[Start of section]
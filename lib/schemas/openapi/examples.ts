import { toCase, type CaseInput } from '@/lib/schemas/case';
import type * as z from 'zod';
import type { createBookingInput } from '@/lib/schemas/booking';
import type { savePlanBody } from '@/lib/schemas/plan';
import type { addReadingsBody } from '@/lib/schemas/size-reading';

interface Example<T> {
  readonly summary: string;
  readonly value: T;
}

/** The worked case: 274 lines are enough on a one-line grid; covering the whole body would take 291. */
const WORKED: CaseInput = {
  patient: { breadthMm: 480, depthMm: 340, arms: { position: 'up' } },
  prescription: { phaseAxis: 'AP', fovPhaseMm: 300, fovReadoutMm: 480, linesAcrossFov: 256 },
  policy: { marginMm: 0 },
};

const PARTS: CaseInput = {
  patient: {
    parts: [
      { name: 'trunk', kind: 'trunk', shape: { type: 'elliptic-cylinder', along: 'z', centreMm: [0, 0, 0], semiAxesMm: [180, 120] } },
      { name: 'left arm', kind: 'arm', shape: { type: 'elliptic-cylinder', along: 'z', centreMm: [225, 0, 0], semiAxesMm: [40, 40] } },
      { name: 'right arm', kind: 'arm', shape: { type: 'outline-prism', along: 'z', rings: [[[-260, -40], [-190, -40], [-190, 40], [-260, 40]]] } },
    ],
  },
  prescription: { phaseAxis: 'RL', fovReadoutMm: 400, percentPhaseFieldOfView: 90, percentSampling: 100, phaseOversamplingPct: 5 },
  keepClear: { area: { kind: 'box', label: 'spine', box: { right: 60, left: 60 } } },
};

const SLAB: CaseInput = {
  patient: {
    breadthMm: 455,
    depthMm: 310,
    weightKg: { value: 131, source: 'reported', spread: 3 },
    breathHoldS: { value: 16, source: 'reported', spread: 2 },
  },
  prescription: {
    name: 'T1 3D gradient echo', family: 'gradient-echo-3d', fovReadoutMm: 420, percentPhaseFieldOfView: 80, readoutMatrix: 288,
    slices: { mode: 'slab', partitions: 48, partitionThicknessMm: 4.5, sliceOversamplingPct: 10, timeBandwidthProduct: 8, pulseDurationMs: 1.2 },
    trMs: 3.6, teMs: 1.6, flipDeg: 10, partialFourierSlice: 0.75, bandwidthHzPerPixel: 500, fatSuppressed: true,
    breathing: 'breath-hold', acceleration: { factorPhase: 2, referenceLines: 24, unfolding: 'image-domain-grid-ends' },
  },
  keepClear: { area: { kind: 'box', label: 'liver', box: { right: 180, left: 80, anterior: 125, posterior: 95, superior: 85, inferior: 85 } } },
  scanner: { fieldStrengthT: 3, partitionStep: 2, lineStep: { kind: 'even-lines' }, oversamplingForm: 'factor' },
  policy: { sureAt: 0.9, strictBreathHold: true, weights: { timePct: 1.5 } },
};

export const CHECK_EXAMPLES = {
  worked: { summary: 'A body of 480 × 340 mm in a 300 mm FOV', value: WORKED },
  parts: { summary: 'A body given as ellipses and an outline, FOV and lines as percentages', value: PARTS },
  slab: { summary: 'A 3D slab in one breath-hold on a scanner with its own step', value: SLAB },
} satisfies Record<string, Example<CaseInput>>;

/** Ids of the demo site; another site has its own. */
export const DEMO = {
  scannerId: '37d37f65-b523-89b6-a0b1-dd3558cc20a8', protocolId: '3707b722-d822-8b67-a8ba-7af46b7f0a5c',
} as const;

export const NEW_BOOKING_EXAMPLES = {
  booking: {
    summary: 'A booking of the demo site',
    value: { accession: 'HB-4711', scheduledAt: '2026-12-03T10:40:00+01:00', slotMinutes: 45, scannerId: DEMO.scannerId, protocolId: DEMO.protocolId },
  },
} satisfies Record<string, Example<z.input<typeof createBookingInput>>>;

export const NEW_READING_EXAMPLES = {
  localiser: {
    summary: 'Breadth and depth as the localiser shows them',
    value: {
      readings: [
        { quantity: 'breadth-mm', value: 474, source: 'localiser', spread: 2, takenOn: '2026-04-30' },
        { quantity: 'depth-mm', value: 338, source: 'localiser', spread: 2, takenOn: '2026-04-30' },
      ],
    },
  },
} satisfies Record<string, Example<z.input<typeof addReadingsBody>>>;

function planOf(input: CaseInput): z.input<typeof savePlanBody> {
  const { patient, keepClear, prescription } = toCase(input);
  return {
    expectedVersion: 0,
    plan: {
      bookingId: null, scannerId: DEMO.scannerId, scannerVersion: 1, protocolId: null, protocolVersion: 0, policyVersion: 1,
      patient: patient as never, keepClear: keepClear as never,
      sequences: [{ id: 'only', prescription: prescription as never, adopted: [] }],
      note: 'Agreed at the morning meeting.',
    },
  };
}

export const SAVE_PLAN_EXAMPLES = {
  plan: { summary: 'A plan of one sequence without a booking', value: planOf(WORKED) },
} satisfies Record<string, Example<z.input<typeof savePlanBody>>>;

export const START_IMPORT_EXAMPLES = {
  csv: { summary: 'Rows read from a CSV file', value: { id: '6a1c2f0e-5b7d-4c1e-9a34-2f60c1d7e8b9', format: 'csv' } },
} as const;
[End of section]
» **Your objective**
Each line above must be reproduced exactly as it stands.

» **Solution to this problem**
filename lib/schemas/openapi/examples.ts
import { toCase, type CaseInput } from '@/lib/schemas/case';
import type * as z from 'zod';
import type { createBookingInput } from '@/lib/schemas/booking';
import type { savePlanBody } from '@/lib/schemas/plan';
import type { addReadingsBody } from '@/lib/schemas/size-reading';

interface Example<T> {
  readonly summary: string;
  readonly value: T;
}

/** The worked case: 274 lines are enough on a one-line grid; covering the whole body would take 291. */
const WORKED: CaseInput = {
  patient: { breadthMm: 480, depthMm: 340, arms: { position: 'up' } },
  prescription: { phaseAxis: 'AP', fovPhaseMm: 300, fovReadoutMm: 480, linesAcrossFov: 256 },
  policy: { marginMm: 0 },
};

const PARTS: CaseInput = {
  patient: {
    parts: [
      { name: 'trunk', kind: 'trunk', shape: { type: 'elliptic-cylinder', along: 'z', centreMm: [0, 0, 0], semiAxesMm: [180, 120] } },
      { name: 'left arm', kind: 'arm', shape: { type: 'elliptic-cylinder', along: 'z', centreMm: [225, 0, 0], semiAxesMm: [40, 40] } },
      { name: 'right arm', kind: 'arm', shape: { type: 'outline-prism', along: 'z', rings: [[[-260, -40], [-190, -40], [-190, 40], [-260, 40]]] } },
    ],
  },
  prescription: { phaseAxis: 'RL', fovReadoutMm: 400, percentPhaseFieldOfView: 90, percentSampling: 100, phaseOversamplingPct: 5 },
  keepClear: { area: { kind: 'box', label: 'spine', box: { right: 60, left: 60 } } },
};

const SLAB: CaseInput = {
  patient: {
    breadthMm: 455,
    depthMm: 310,
    weightKg: { value: 131, source: 'reported', spread: 3 },
    breathHoldS: { value: 16, source: 'reported', spread: 2 },
  },
  prescription: {
    name: 'T1 3D gradient echo', family: 'gradient-echo-3d', fovReadoutMm: 420, percentPhaseFieldOfView: 80, readoutMatrix: 288,
    slices: { mode: 'slab', partitions: 48, partitionThicknessMm: 4.5, sliceOversamplingPct: 10, timeBandwidthProduct: 8, pulseDurationMs: 1.2 },
    trMs: 3.6, teMs: 1.6, flipDeg: 10, partialFourierSlice: 0.75, bandwidthHzPerPixel: 500, fatSuppressed: true,
    breathing: 'breath-hold', acceleration: { factorPhase: 2, referenceLines: 24, unfolding: 'image-domain-grid-ends' },
  },
  keepClear: { area: { kind: 'box', label: 'liver', box: { right: 180, left: 80, anterior: 125, posterior: 95, superior: 85, inferior: 85 } } },
  scanner: { fieldStrengthT: 3, partitionStep: 2, lineStep: { kind: 'even-lines' }, oversamplingForm: 'factor' },
  policy: { sureAt: 0.9, strictBreathHold: true, weights: { timePct: 1.5 } },
};

export const CHECK_EXAMPLES = {
  worked: { summary: 'A body of 480 × 340 mm in a 300 mm FOV', value: WORKED },
  parts: { summary: 'A body given as ellipses and an outline, FOV and lines as percentages', value: PARTS },
  slab: { summary: 'A 3D slab in one breath-hold on a scanner with its own step', value: SLAB },
} satisfies Record<string, Example<CaseInput>>;

/** Ids of the demo site; another site has its own. */
export const DEMO = {
  scannerId: '37d37f65-b523-89b6-a0b1-dd3558cc20a8', protocolId: '3707b722-d822-8b67-a8ba-7af46b7f0a5c',
} as const;

export const NEW_BOOKING_EXAMPLES = {
  booking: {
    summary: 'A booking of the demo site',
    value: { accession: 'HB-4711', scheduledAt: '2026-12-03T10:40:00+01:00', slotMinutes: 45, scannerId: DEMO.scannerId, protocolId: DEMO.protocolId },
  },
} satisfies Record<string, Example<z.input<typeof createBookingInput>>>;

export const NEW_READING_EXAMPLES = {
  localiser: {
    summary: 'Breadth and depth as the localiser shows them',
    value: {
      readings: [
        { quantity: 'breadth-mm', value: 474, source: 'localiser', spread: 2, takenOn: '2026-04-30' },
        { quantity: 'depth-mm', value: 338, source: 'localiser', spread: 2, takenOn: '2026-04-30' },
      ],
    },
  },
} satisfies Record<string, Example<z.input<typeof addReadingsBody>>>;

function planOf(input: CaseInput): z.input<typeof savePlanBody> {
  const { patient, keepClear, prescription } = toCase(input);
  return {
    expectedVersion: 0,
    plan: {
      bookingId: null, scannerId: DEMO.scannerId, scannerVersion: 1, protocolId: null, protocolVersion: 0, policyVersion: 1,
      patient: patient as never, keepClear: keepClear as never,
      sequences: [{ id: 'only', prescription: prescription as never, adopted: [] }],
      note: 'Agreed at the morning meeting.',
    },
  };
}

export const SAVE_PLAN_EXAMPLES = {
  plan: { summary: 'A plan of one sequence without a booking', value: planOf(WORKED) },
} satisfies Record<string, Example<z.input<typeof savePlanBody>>>;

export const START_IMPORT_EXAMPLES = {
  csv: { summary: 'Rows read from a CSV file', value: { id: '6a1c2f0e-5b7d-4c1e-9a34-2f60c1d7e8b9', format: 'csv' } },
} as const;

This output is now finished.